"""Counts of sizes on fine bins: quantiles, months, and sums that forget order and cut."""

from __future__ import annotations

import numpy as np
import pytest
from hypothesis import given, settings
from hypothesis import strategies as st

from lineproof.intake.scale import ScaleEvidence, medians_by_run

MONTH = 2000 * 12
FINE = 0.0005  # a fine bin is 0.05 % wide at most
COARSE = 0.032  # the middle of a coarse bin, 6.25 % wide, is at most half a bin off


def evidence(month: np.ndarray, returns: np.ndarray) -> ScaleEvidence:
    found = ScaleEvidence()
    found.add(month, returns)
    return found


def draws(seed: int, n: int, scale: float) -> tuple[np.ndarray, np.ndarray]:
    random = np.random.default_rng(seed)
    returns = random.standard_t(3, n) * scale
    returns[random.random(n) < 0.05] = 0.0
    returns[random.random(n) < 0.05] = np.nan
    return MONTH + random.integers(-1, 12, n), returns


@settings(max_examples=60, deadline=None)
@given(
    st.integers(0, 2**32 - 1),
    st.integers(2, 3000),
    st.sampled_from([1e-4, 0.05, 3.0, 1e4]),
    st.floats(0, 1),
)
def test_quantiles_are_those_of_all_the_values(
    seed: int, n: int, scale: float, level: float
) -> None:
    month, returns = draws(seed, n, scale)
    size = np.abs(returns[np.isfinite(returns) & (returns != 0)])
    found = evidence(month, returns)
    assert found.n == len(size)
    if len(size):
        assert found.quantile(level) == pytest.approx(np.quantile(size, level), rel=FINE)


def test_a_value_alone_in_its_bin_is_known_to_nine_digits() -> None:
    """So the quantiles of a small file print as they are. 2⁻³¹ of the value is kept."""
    found = evidence(np.full(3, MONTH), np.array([0.0123456789, -0.5, 0.0]))
    assert found.quantile(0.0) == pytest.approx(0.0123456789, rel=2**-31)
    assert found.quantile(0.5) == pytest.approx((0.0123456789 + 0.5) / 2, rel=2**-31)
    assert found.quantile(1.0) == 0.5


def test_what_says_nothing_is_counted_apart() -> None:
    found = evidence(np.full(6, MONTH), np.array([0.0, -0.0, np.nan, np.inf, 0.1, -0.1]))
    assert (found.n, found.n_zero, found.n_missing, found.share_negative) == (2, 2, 2, 0.5)
    empty = ScaleEvidence()
    assert np.isnan(empty.quantile(0.5))
    assert np.isnan(empty.share_negative)
    assert [len(part) for part in empty.by_month()] == [0, 0, 0]


def test_sizes_beyond_all_bins_count_in_the_outermost() -> None:
    found = evidence(np.full(2, MONTH), np.array([1e-300, 1e300]))
    assert found.n == 2
    assert found.quantile(0.0) < 1e-11
    assert found.quantile(1.0) > 1e11


def test_losses_of_more_than_everything() -> None:
    found = evidence(np.full(6, MONTH), np.array([-1.0, -1.01, -3.0, -99.0, -99.0, 5.0]))
    assert found.below(1.0) == (4, 0.5)  # a total loss is not beyond; half of them are one value
    assert evidence(np.full(1, MONTH), np.array([0.1])).below(1.0) == (0, 0.0)


def test_medians_by_month() -> None:
    month, returns = draws(3, 20_000, 0.05)
    months, n, middle = evidence(month, returns).by_month()
    assert months.tolist() == list(range(MONTH - 1, MONTH + 12))
    for place, each in enumerate(months):
        size = np.abs(returns[(month == each) & np.isfinite(returns) & (returns != 0)])
        assert n[place] == len(size)
        lower = np.sort(size)[(len(size) - 1) // 2]
        assert middle[place] == pytest.approx(lower, rel=COARSE)


def test_unknown_and_impossible_months_count_over_all_only() -> None:
    found = evidence(np.array([-1, MONTH, 10**9, 5]), np.full(4, 0.1))
    assert found.n == 4
    months, n, _ = found.by_month()
    assert (months.tolist(), n.tolist()) == ([MONTH], [1])


@settings(max_examples=30, deadline=None)
@given(st.integers(0, 2**32 - 1), st.integers(1, 500), st.integers(1, 5))
def test_order_and_cut_leave_no_trace(seed: int, n: int, n_parts: int) -> None:
    month, returns = draws(seed, n, 0.05)
    order = np.random.default_rng(seed).permutation(n)
    whole, parts = evidence(month, returns), ScaleEvidence()
    for part in np.array_split(order, n_parts):
        parts.merge(evidence(month[part], returns[part]))
    levels = (0.0, 0.1, 0.5, 0.95, 1.0)
    same = [(whole.quantile(level), parts.quantile(level)) for level in levels]
    np.testing.assert_array_equal(*zip(*same, strict=True))
    for one, other in zip(whole.by_month(), parts.by_month(), strict=True):
        np.testing.assert_array_equal(one, other)


def test_medians_of_runs() -> None:
    value = np.array([0.0, np.nan, 0.3, -0.1, 0.2, 0.4, np.inf])
    n, middle = medians_by_run(np.array([0, 2, 2, 6, 7]), value)
    assert n.tolist() == [0, 0, 4, 0]
    np.testing.assert_array_equal(middle, [np.nan, np.nan, 0.2, np.nan])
####################
Exercise requirements — Wherever the word "wide" occurs in the data above, copy the line it sits in.

Response to this task —
FINE = 0.0005  # a fine bin is 0.05 % wide at most
COARSE = 0.032  # the middle of a coarse bin, 6.25 % wide, is at most half a bin off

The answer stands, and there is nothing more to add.